Records from a data source:
▶

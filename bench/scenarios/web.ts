/**
 * web: how the app loads on a phone. Debian's Chromium (playwright-core) at 390×844 with the CPU
 * slowed 4× (Chrome DevTools' CPU throttling, as a mid-range phone), against the bench's own API
 * serving the web export on loopback. Measured:
 * - coldSignInKb: bytes on the wire (compressed bodies + headers, CDP encodedDataLength) for a first
 *   visit to /sign-in with an empty cache, until the form shows and the network has been quiet 500 ms;
 * - signInPaintMs: navigation start → the e-mail field visible;
 * - signInToFloorMs / floorKb: pressing "Sign in" → the floor's summary line shows its rig count, and
 *   the bytes that took;
 * - floorReloadMs: reload of the signed-in floor (warm cache) → the summary line, median of 5 (and each);
 *   where that time goes, per reload (medians): main-thread script time (`floorReloadScriptMs`, CDP
 *   Performance ScriptDuration, slowed 4×), all main-thread tasks (`floorReloadTaskMs`), and when the
 *   session check and the floor's data were requested after the document (`floorReloadApiStartMs`).
 * Loopback has no network latency: these are CPU and byte figures, not a mobile-network model.
 */
import * as fs from 'node:fs';
import * as os from 'node:os';
import * as path from 'node:path';
import { chromium, type CDPSession, type Page } from 'playwright-core';
import { DEMO_USERS } from '../../server/seed/demo-data';
import { CHROMIUM, ensureChromium } from '../../tests/e2e/harness';
import { SEED_STEPS } from '../../server/seed/seed';
import type { BenchEnv } from '../lib/environment';

const VIEWPORT = { width: 390, height: 844 };
const CPU_SLOWDOWN = 4;
const RELOADS = 5;

const median = (xs: number[]) => {
  const s = [...xs].sort((a, b) => a - b);
  return s.length % 2 ? s[(s.length - 1) / 2] : (s[s.length / 2 - 1] + s[s.length / 2]) / 2;
};
const kb = (bytes: number) => Math.round(bytes / 102.4) / 10;

/** Bytes on the wire per request, as Chromium counts them (headers + compressed body). */
class WireCounter {
  bytes = 0;
  requests = 0;
  inFlight = 0;
  lastActivity = Date.now();
  byType: Record<string, number> = {};
  /** Bytes per file (path without its content hash), as in `byType`. */
  byFile: Record<string, number> = {};
  private types = new Map<string, string>();
  private urls = new Map<string, string>();
  constructor(cdp: CDPSession) {
    cdp.on('Network.requestWillBeSent', (e) => {
      this.inFlight += 1;
      this.lastActivity = Date.now();
      this.types.set(e.requestId, e.type ?? 'Other');
      this.urls.set(e.requestId, e.request.url);
    });
    cdp.on('Network.loadingFinished', (e) => {
      this.inFlight = Math.max(0, this.inFlight - 1);
      this.lastActivity = Date.now();
      this.bytes += e.encodedDataLength;
      this.requests += 1;
      const t = this.types.get(e.requestId) ?? 'Other';
      this.byType[t] = (this.byType[t] ?? 0) + e.encodedDataLength;
      const url = this.urls.get(e.requestId);
      if (url) {
        const file = new URL(url).pathname.replace(/^.*\/(?!api\/)/, '').replace(/[-.][0-9a-f]{32}(?=\.)/, '') || '/';
        this.byFile[file] = (this.byFile[file] ?? 0) + e.encodedDataLength;
      }
    });
    cdp.on('Network.loadingFailed', () => {
      this.inFlight = Math.max(0, this.inFlight - 1);
      this.lastActivity = Date.now();
    });
  }
  reset() {
    this.bytes = 0;
    this.requests = 0;
    this.byType = {};
    this.byFile = {};
  }
  /** Resolves once no request has been open for `quietMs` (the floor's event stream is excluded by the caller). */
  async quiet(quietMs = 500, limitMs = 15_000): Promise<void> {
    const until = Date.now() + limitMs;
    while (Date.now() < until) {
      if (this.inFlight <= 1 && Date.now() - this.lastActivity >= quietMs) return;
      await new Promise((r) => setTimeout(r, 50));
    }
  }
}

async function floorReady(page: Page): Promise<void> {
  await page
    .getByTestId('floor-summary')
    .filter({ hasText: /\d+ of \d+ rigs online/ })
    .first()
    .waitFor({ state: 'visible', timeout: 60_000 });
}

export async function runWeb(b: BenchEnv, log: (l: string) => void) {
  ensureChromium();
  // Alone (EMBERLOT_BENCH_SCENARIOS=web) the bench has no rigs: give the floor the demo's six. After
  // the other scenarios it shows every rig they registered (reported as floorRigs).
  const count = async () => Number((await b.pool.query<{ n: string }>('SELECT count(*) AS n FROM rigs')).rows[0].n);
  if ((await count()) === 0) await SEED_STEPS.find((s) => s.name === 'rigs')!.run(b.ds);
  const floorRigs = await count();
  const dir = fs.mkdtempSync(path.join(os.tmpdir(), 'emberlot-bench-web-'));
  const context = await chromium.launchPersistentContext(dir, {
    executablePath: CHROMIUM,
    headless: true,
    viewport: VIEWPORT,
    deviceScaleFactor: 1,
    args: [
      '--headless',
      '--no-sandbox',
      '--disable-gpu',
      '--disable-quic',
      '--no-first-run',
      '--disable-background-networking',
      '--disable-component-update',
      '--disable-sync',
      '--disable-dev-shm-usage',
    ],
  });
  try {
    const page = context.pages()[0] ?? (await context.newPage());
    page.setDefaultTimeout(60_000);
    const cdp = await context.newCDPSession(page);
    await cdp.send('Network.enable');
    await cdp.send('Emulation.setCPUThrottlingRate', { rate: CPU_SLOWDOWN });
    const wire = new WireCounter(cdp);

    // Cold sign-in: empty profile, nothing cached.
    const t0 = Date.now();
    await page.goto(`${b.baseUrl}/sign-in`, { waitUntil: 'commit' });
    await page.getByLabel(/e-?mail/i).waitFor({ state: 'visible' });
    const signInPaintMs = Date.now() - t0;
    await wire.quiet();
    const coldSignIn = { bytes: wire.bytes, requests: wire.requests, byType: { ...wire.byType }, byFile: { ...wire.byFile } };

    // Sign in → floor.
    const op = DEMO_USERS.find((u) => u.role === 'operator')!;
    await page.getByLabel(/e-?mail/i).fill(op.email);
    await page.getByLabel(/password/i).fill(op.password);
    wire.reset();
    const t1 = Date.now();
    await page.getByRole('button', { name: /sign in/i }).click();
    await floorReady(page);
    const signInToFloorMs = Date.now() - t1;
    await wire.quiet();
    const floor = { bytes: wire.bytes, requests: wire.requests };

    // Reloads of the signed-in floor, warm cache.
    const reloads: number[] = [];
    const scriptMs: number[] = [];
    const taskMs: number[] = [];
    const apiStart: Record<string, number[]> = { me: [], floor: [] };
    let reloadBytes = 0;
    let reloadApiRequests: Record<string, number> = {};
    let reloadTimeline: Record<string, number> = {};
    await cdp.send('Performance.enable');
    const perf = async () => {
      const { metrics } = await cdp.send('Performance.getMetrics');
      const get = (name: string) => metrics.find((m) => m.name === name)?.value ?? 0;
      return { script: get('ScriptDuration'), task: get('TaskDuration') };
    };
    const sent: Array<{ url: string; type: string; at: number }> = [];
    cdp.on('Network.requestWillBeSent', (e) => sent.push({ url: e.request.url, type: e.type ?? 'Other', at: e.timestamp }));
    for (let i = 0; i < RELOADS; i++) {
      wire.reset();
      sent.length = 0;
      const before = await perf();
      const t = Date.now();
      await page.reload({ waitUntil: 'commit' });
      await floorReady(page);
      reloads.push(Date.now() - t);
      const after = await perf();
      // The metrics restart with the new document on a reload (deltas came out negative): take the
      // new document's own totals unless they kept counting from before.
      const fresh = after.task < before.task;
      scriptMs.push(Math.round((fresh ? after.script : after.script - before.script) * 1000));
      taskMs.push(Math.round((fresh ? after.task : after.task - before.task) * 1000));
      const doc = sent.find((r) => r.type === 'Document');
      const at = (re: RegExp) => sent.find((r) => re.test(new URL(r.url).pathname));
      for (const [key, re] of [
        ['me', /^\/api\/auth\/me$/],
        ['floor', /^\/api\/floor$/],
      ] as const) {
        const r = at(re);
        if (doc && r) apiStart[key].push(Math.round((r.at - doc.at) * 1000));
      }
      await wire.quiet();
      reloadBytes = wire.bytes;
      // Each API path and how often the reload asked for it: a preload the app's fetch did not take
      // shows as a 2.
      reloadApiRequests = {};
      // The last reload's requests, ms after the document's (API calls, scripts and fonts from cache).
      reloadTimeline = {};
      for (const r of sent) {
        const name = new URL(r.url).pathname.replace(/^.*\/(?!api\/)/, '').replace(/-[0-9a-f]{32}/, '');
        if (doc && !(name in reloadTimeline)) reloadTimeline[name] = Math.round((r.at - doc.at) * 1000);
      }
      for (const r of sent) {
        const p = new URL(r.url).pathname;
        if (p.startsWith('/api/')) reloadApiRequests[p] = (reloadApiRequests[p] ?? 0) + 1;
      }
    }
    // EMBERLOT_BENCH_WEB_PROFILE=<file>: one more reload under the CPU profiler (not counted), written
    // as a .cpuprofile for Chrome DevTools or a source-map walk (docs/performance-notes.md).
    const profileFile = process.env.EMBERLOT_BENCH_WEB_PROFILE;
    if (profileFile) {
      await cdp.send('Profiler.enable');
      await cdp.send('Profiler.setSamplingInterval', { interval: 200 });
      await cdp.send('Profiler.start');
      await page.reload({ waitUntil: 'commit' });
      await floorReady(page);
      const { profile } = await cdp.send('Profiler.stop');
      fs.writeFileSync(profileFile, JSON.stringify(profile));
      log(`web: CPU profile of one reload in ${profileFile}`);
    }
    const result = {
      viewport: `${VIEWPORT.width}x${VIEWPORT.height}`,
      floorRigs,
      cpuSlowdown: CPU_SLOWDOWN,
      coldSignInKb: kb(coldSignIn.bytes),
      coldSignInRequests: coldSignIn.requests,
      coldSignInKbByType: Object.fromEntries(Object.entries(coldSignIn.byType).map(([k, v]) => [k, kb(v)])),
      // Bytes per file (content hash removed): what scripts/web-size.ts sums without a browser.
      coldSignInBytesByFile: coldSignIn.byFile,
      signInPaintMs,
      signInToFloorMs,
      floorKb: kb(floor.bytes),
      floorRequests: floor.requests,
      floorReloadMs: median(reloads),
      floorReloadsMs: reloads,
      floorReloadKb: kb(reloadBytes),
      floorReloadApiRequests: reloadApiRequests,
      floorReloadTimelineMs: reloadTimeline,
      floorReloadScriptMs: median(scriptMs),
      floorReloadTaskMs: median(taskMs),
      floorReloadApiStartMs: {
        me: apiStart.me.length ? median(apiStart.me) : null,
        floor: apiStart.floor.length ? median(apiStart.floor) : null,
      },
    };
    log(
      `web: cold sign-in ${result.coldSignInKb} KB, paint ${signInPaintMs} ms, sign-in → floor ${signInToFloorMs} ms, floor reload median ${result.floorReloadMs} ms`,
    );
    return result;
  } finally {
    await context.close().catch(() => undefined);
    fs.rmSync(dir, { recursive: true, force: true });
  }
}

◀

_ASSIGNMENT_
List every line above containing the word "void".

_EXERCISE OUTPUT_
  async quiet(quietMs = 500, limitMs = 15_000): Promise<void> {
async function floorReady(page: Page): Promise<void> {
export async function runWeb(b: BenchEnv, log: (l: string) => void) {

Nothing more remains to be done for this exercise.